4) Run plotFigures/plot_Fig4.m to reproduce Fig. 4.
Note: results may vary slightly due to random autogenerated training data and random noise added to the testing data.

Instructions for using SCOUR on other systems
---------------------------------------------
Information needed:
-Stoichiometric matrix of system in a file named modelSTM.mat.

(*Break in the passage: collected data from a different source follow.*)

"""Sources side by side, rounds side by side, counts that wait, and releases that ripen."""

import datetime
import threading
from dataclasses import replace
from typing import Literal
from zoneinfo import ZoneInfo

from service.round.calendar import Axis, Interval
from service.round.plans import CalendarShape, ReleaseShape
from service.sources.plans import FieldPlan
from service.work import pass_for
from storage.outbox import list_deliveries
from storage.posteriors import evidence
from storage.readings import all_readings
from storage.rounds import FAILED, GOOD, list_rounds
from storage.shifts import HISTORY, LIVE, list_shifts
from storage.streams import list_streams

UTC = datetime.UTC
DAY, WEEK = datetime.timedelta(days=1), datetime.timedelta(weeks=1)


def test_two_sources_and_one_is_broken(world, counts_of, loopback) -> None:
    mail = type(world)(world.store, world.clock, type(world.studio)(), world.desk)
    mail.studio.address = loopback(mail.studio)
    counts = counts_of(1, (1000, 40), (400, 6))
    bench = world.bench()
    plans = [world.plan(), mail.plan("letters")]
    for number in range(37, 46):
        world.at_week(number)
        world.studio.weekly("quay", counts[: number + 1])
        mail.studio.weekly("quay", counts[: number + 1])
        mail.studio.broken = (500, b"") if number == 44 else None
        ended = [pass_for(bench, plan).round.outcome for plan in plans]
        assert ended == [GOOD, FAILED if number == 44 else GOOD]
        world.deliver()
    assert sorted(alert["stream"]["id"] for _, alert in world.desk.came) == ["letters/quay", "plays/quay"]
    assert world.said("plays/quay") == [
        replace(row, stream_id="plays/quay", fingerprint=world.said("plays/quay")[0].fingerprint)
        for row in world.said("letters/quay")
    ]


def test_poll_beside_a_daemon_never_mixes(world, counts_of, open_fresh) -> None:
    """Two with their own connections pass at once, again and again; at the end it is as if it were one."""
    counts = counts_of(1, (1000, 20), (400, 8))
    other = open_fresh("store")
    world.studio.weekly("quay", counts[:18])
    world.studio.weekly("mill", counts_of(2, (50, 18)))
    world.at_week(17)
    world.poll()
    errors: list[Exception] = []

    def pass_at_once(gate: threading.Barrier, store) -> None:
        try:
            gate.wait(20)
            pass_for(world.bench(store), world.plan())
        except Exception as error:  # Shown below.
            errors.append(error)

    for number in range(18, 28):
        world.at_week(number)
        world.studio.weekly("quay", counts[: number + 1])
        world.studio.weekly("mill", counts_of(2, (50, number + 1)))
        gate = threading.Barrier(2)
        pair = [threading.Thread(target=pass_at_once, args=(gate, store)) for store in (world.store, other)]
        for thread in pair:
            thread.start()
        for thread in pair:
            thread.join(60)
    world.deliver()
    assert errors == []
    with world.store.reading() as conn:
        assert {one.outcome for one in list_rounds(conn)} <= {GOOD, "nothing new"}
        assert [(one.key, one.count) for one in all_readings(conn, "plays/quay")] == [
            ((datetime.date(2025, 1, 6) + number * WEEK).isoformat(), count)
            for number, count in enumerate(counts)
        ]
        # Whoever comes second finds it done, and leaves no doubles behind.
        assert {len(evidence(conn, "plays/quay", place)) for place in range(28)} == {1}
        assert [one.origin for one in list_shifts(conn)] == [LIVE]
        assert len(list_deliveries(conn)) == 1
    assert len(world.desk.came) == 1
    together = {name: world.said(name) for name in ("plays/quay", "plays/mill")}
    world.store = open_fresh("alone")
    world.poll()
    assert together == {name: world.said(name) for name in together}


def test_two_with_different_settings_never_mix(world, counts_of, open_fresh) -> None:
    counts = counts_of(3, (1000, 24))
    world.studio.weekly("quay", counts[:20])
    world.at_week(19)
    world.poll()
    other = type(world)(open_fresh("store"), world.clock, world.studio, world.desk)
    other.settings = replace(world.settings, rule=replace(world.settings.rule, threshold=0.95))
    world.studio.weekly("quay", counts)
    world.at_week(23)
    pair = [threading.Thread(target=one.read) for one in (world, other)]
    for thread in pair:
        thread.start()
    for thread in pair:
        thread.join(60)
    marks = {row.fingerprint for row in world.said()}
    assert len(marks) == 1
    assert [row.count for row in world.said()] == counts


def test_a_week_that_is_still_open_waits(world, counts_of) -> None:
    world.studio.weekly("quay", counts_of(3, (1000, 15)))
    world.at_week(13, hours=30)
    world.poll()
    assert len(world.history()) == 14
    world.at_week(14, hours=0)
    world.poll()
    assert len(world.history()) == 15


def test_daily_counts_that_leave_quiet_days_out(world) -> None:
    """A table that leaves out days without plays: they are zeros as far as the source has come."""
    world.change(shape=_days("zero"), every=DAY)
    start = datetime.date(2026, 1, 1)
    rows = [{"show": "quay", "day": (start + n * DAY).isoformat(), "plays": 3} for n in range(20) if n != 7]
    rows += [{"show": "mill", "day": (start + n * DAY).isoformat(), "plays": 9} for n in range(24)]
    # Put in ahead: it does not say that the source has come so far.
    rows.append({"show": "mill", "day": "2026-12-24", "plays": 0})
    world.studio.rows = rows
    world.clock.instant = datetime.datetime(2026, 1, 28, 6, tzinfo=UTC)
    world.poll()
    assert [row.count for row in world.said("plays/quay")] == [3] * 7 + [0] + [3] * 12 + [0] * 4
    assert len(world.said("plays/mill")) == 24


def test_releases_count_once_they_are_final_and_stay(world, counts_of) -> None:
    """Fortnightly episodes whose plays go on growing; the feed holds the newest twenty only."""
    final = counts_of(1, (1000, 30), (400, 10))
    world.change(shape=_releases(7), every=DAY, fields=_EPISODES)
    first = datetime.datetime(2025, 1, 3, 7, tzinfo=UTC)

    def plays(number: int, now: datetime.datetime) -> int:
        age = (now - first - number * 2 * WEEK) / DAY
        return int(final[number] * min(age / 7, 1.0) + max(age - 7, 0.0))

    def feed(now: datetime.datetime) -> list[dict[str, object]]:
        out = [n for n in range(40) if first + n * 2 * WEEK <= now][-20:]
        return [
            {
                "show": "quay",
                "id": f"e{n}",
                "name": f"Part {n}",
                "day": (first + n * 2 * WEEK).isoformat(),
                "plays": plays(n, now),
            }
            for n in out
        ]

    for day in range(28 * 14, 39 * 14 + 9):
        world.clock.instant = first + day * DAY + datetime.timedelta(hours=1)
        world.studio.rows = feed(world.clock.instant)
        world.poll()
    said = world.said()
    assert said[-1].key == "e39"
    # Those that came of age while they were watched: the count of the first poll from then on.
    watched = {row.key: row.count for row in said if int(row.key[1:]) >= 28}
    due = {f"e{n}": first + n * 2 * WEEK + 7 * DAY + datetime.timedelta(hours=1) for n in range(28, 40)}
    assert watched == {key: plays(int(key[1:]), when) for key, when in due.items()}
    (shift,) = world.shifts()
    assert (shift.origin, shift.start_key, shift.late) == (LIVE, "e30", False)
    ((_, alert),) = world.desk.came
    assert alert["figures"]["start"]["title"] == "Part 30"
    # Other judgement, same counts.
    world.change(rule=replace(world.settings.rule, threshold=0.92))
    world.poll()
    assert [row.count for row in world.said()] == [row.count for row in said]


def test_a_release_ripens_though_its_document_is_unchanged(world) -> None:
    world.change(shape=_releases(7), fields=_EPISODES)
    out = datetime.datetime(2026, 1, 1, tzinfo=UTC)
    row = {"show": "quay", "id": "e1", "name": "One", "day": out.isoformat(), "plays": 5}
    world.studio.rows = [row]
    for hours in (24, 48, 24 * 7, 24 * 7 + 1, 24 * 9):
        world.clock.instant = out + datetime.timedelta(hours=hours)
        world.poll()
    # Asked for as a whole once more when it came of age, and not again.
    assert world.studio.asked == [200, 304, 200, 304, 304]
    assert [row.count for row in world.said()] == [5]


def test_a_new_show_with_a_past_is_history(world, counts_of) -> None:
    world.studio.weekly("quay", counts_of(3, (1000, 40)))
    world.at_week(39)
    world.poll()
    world.studio.weekly("quay", counts_of(3, (1000, 41)))
    world.studio.weekly("mill", counts_of(1, (1000, 31), (300, 10)))
    world.at_week(40)
    world.poll()
    assert [shift.origin for shift in world.shifts("plays/mill")] == [HISTORY]
    assert world.desk.came == []
    with world.store.reading() as conn:
        assert [one.id for one in list_streams(conn)] == ["plays/mill", "plays/quay"]


def test_a_stream_that_changes_its_kind_is_left_as_it_was(world, caplog) -> None:
    world.change(shape=_days("missing"), every=DAY)
    start = datetime.date(2026, 1, 1)
    world.studio.rows = [
        {"show": "quay", "day": (start + n * DAY).isoformat(), "plays": 3} for n in range(20)
    ]
    world.clock.instant = datetime.datetime(2026, 1, 28, 6, tzinfo=UTC)
    world.poll()
    before = world.said()
    world.studio.rows = [{"show": "quay", "day": "2026-01-12", "plays": 21}]
    weeks = type(world.settings)().shape
    for shape, word in ((weeks, "'2026-01-01', which is no week"), (_releases(7), "now say 'release'")):
        world.change(shape=shape)
        done = world.poll()
        assert (done.outcome, world.said()) == (FAILED, before)
        assert word in (done.message or "")
        assert "Put the former" in (done.message or "")
        assert "'plays/quay' could not be folded" in (done.message or "")
        with world.store.reading() as conn:
            assert [one.count for one in all_readings(conn, "plays/quay")] == [3] * 20
    assert any("not folded" in record.message for record in caplog.records)
    # Put back, it goes on.
    world.change(shape=_days("missing"))
    world.clock.instant += DAY
    assert world.poll().outcome == GOOD
    assert [row.count for row in world.said()][11] == 21


_EPISODES = FieldPlan("$.day", "$.plays", split="$.show", release="$.id", title="$.name")


def _days(absent: Literal["zero", "missing"]) -> CalendarShape:
    return CalendarShape(Axis(Interval("day"), ZoneInfo("UTC")), absent)


def _releases(days: int) -> ReleaseShape:
    return ReleaseShape(datetime.timedelta(days=days), ZoneInfo("UTC"))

-Either single or triplicate samples for metabolomics and fluxomics data contained in modelData folder. Each sample file should contain similar information found in the simulated biological data (found in HynneData/odeData or ChassData/odeData).

1) Generate noisy autogenerated training data by running dataPreparationFiles/dataPreparation_autogeneration_noisy.m with nT = 50 or 15, cov = 5 or 15, num_IC = 15 (for 15 different initial conditions), and reps = 30 (for 30 different repetitions).
2) Prepare user data using dataPreparationFiles/dataPreparation_framework.m. User data should be located in modelData folder and be named sprintf('model_k-%02d_nT-%03d_cov-%02d_s%01d_rep-0%02d.mat',IC,nT,cov,s,rep), where num_IC is the number of initial conditions, nT and cov are the values used in step 1, s is the sample number of the triplicates (i.e. 1 to 3), and rep is the repetition number if there are multiple repetitions. If there are only single samples, the filenames should be labeled as sprintf('model_k-%02d_nT-%03d_cov-%02d_rep-0%02d.mat',IC,nT,cov,rep).
3) Run SCOUR_framework where nT and cov are the values used in step 1, num_IC is the number of initial conditions, and rep is the repetition number if there are multiple repetitions. Results will be saved as sprintf('model_results_IC-%02d_nT-%03d_cov-%02d_rep-%02d.mat',num_IC,nT,cov,rep) in the main folder.